Preparing for the real world of business

As well marking the end of the core programme, this year’s trip to Poland represents a significant piece of work for students. Dr Sionade Robinson, Course Director for the Full Time MBA Programme, speaks about the annual trip to Warsaw and the opportunities it provides students.

To provide a little background to the trip - it’s an exchange trip for full-time students, hosted by WUTBS, Poland’s leading business school. We’ve developed close ties with them in the last few years. Like us, they have a strong reputation for developing the business leaders of tomorrow. The exchange also represents the end of our core training and gives students the chance apply some of what they’ve learnt to a real business consultancy challenge.

Students are therefore offering real consultancy to real organisations. We get students from both business schools working together in teams of five or six to consult on some very specific business challenges. This year, we worked with 15 different Polish companies ranging in size and sector. Among them, we had an airline looking to optimise its routes, and a chain of bakeries evaluating growth strategies. Other companies included a retail bank and Poland’s National Chamber of Commerce. Each organisation has a unique problem to solve and they’re looking to these teams to help.

Before this particular cohort arrived in Warsaw, students were briefed by a specialist from the IMF and by an expert in Eastern European economies to prepare them. We also ran a consulting skills workshop covering both technical and soft skills. And to help break the ice, we gave students from both schools the contact details of their team members and clients so they could introduce themselves ‘virtually’ before the programme started. Students also have Faculty support and an experienced interpreter shadowing them to make sure nothing gets lost in translation!

Each team spends a working week on-site, getting to grips with the issues and challenges their client faces. During that time, they’ll make two formal progress reports, before presenting their findings and recommendations to the client and Faculty on the last day. We combine this with client feedback to grade them as part of their core MBA.

It may seem quite intense, but it’s an acid test of how far students have come. That’s why it works so well. We want students to dovetail seamlessly into any team in any company and gain the insight they need to provide valuable commercial advice.

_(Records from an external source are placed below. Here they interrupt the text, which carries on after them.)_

package board

import (
	"github.com/ohmfit/ohmfit/constraints"
	"github.com/ohmfit/ohmfit/synth/variation"
)

// Designator is the board-wide name of a network's part: the network's
// prefix, a hyphen and the part's name in its template ("U3-R1").
func Designator(prefix, part string) string { return prefix + "-" + part }

// Checked is the real-parts view of a board's answer: each chosen design
// checked as `ohmfit check` checks it (worst case, no Monte Carlo), and the
// board's bill of materials.
type Checked struct {
	// Reports holds each network's check, in board order. Their Cautions
	// name the parts by their template names.
	Reports []*variation.Report
	// BOM is every network's bill of materials (variation.BOM: the chosen
	// parts and the template's fixed resistors), designators prefixed
	// (Designator), merged into one line per item to order
	// (variation.MergeBOM).
	BOM []variation.BOMLine
}

// Check checks every chosen design with real parts and builds the board's
// bill of materials.
func (r *Result) Check() (*Checked, error) {
	c := &Checked{}
	var lines []variation.BOMLine
	for _, nr := range r.Networks {
		n := nr.Network
		// The same check and BOM as fit --bom's (variation.AnswerBOM).
		d, rep, err := variation.CheckAnswer(n.Problem.Spec, nr.Choice().Options, "", constraints.Ambient{}, &variation.Settings{Samples: -1})
		if err != nil {
			return nil, errorf(err, "%s: %s", n.Name(), constraints.Message(err))
		}
		c.Reports = append(c.Reports, rep)
		for _, l := range variation.BOM(d, rep) {
			for i, name := range l.Designators {
				l.Designators[i] = Designator(n.Spec.Prefix, name)
			}
			lines = append(lines, l)
		}
	}
	c.BOM = variation.MergeBOM(lines)
	return c, nil
}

Overall, the experience usually helps develop students’ leadership skills. By encouraging students to work together as a team tends to bring out people’s individual leadership potential. People often feel differently after the programme. In fact, one of my students remarked that on her first day, she was asking one set of questions. On her last day, she was having a conversation on a totally different level and felt that was the leader coming out.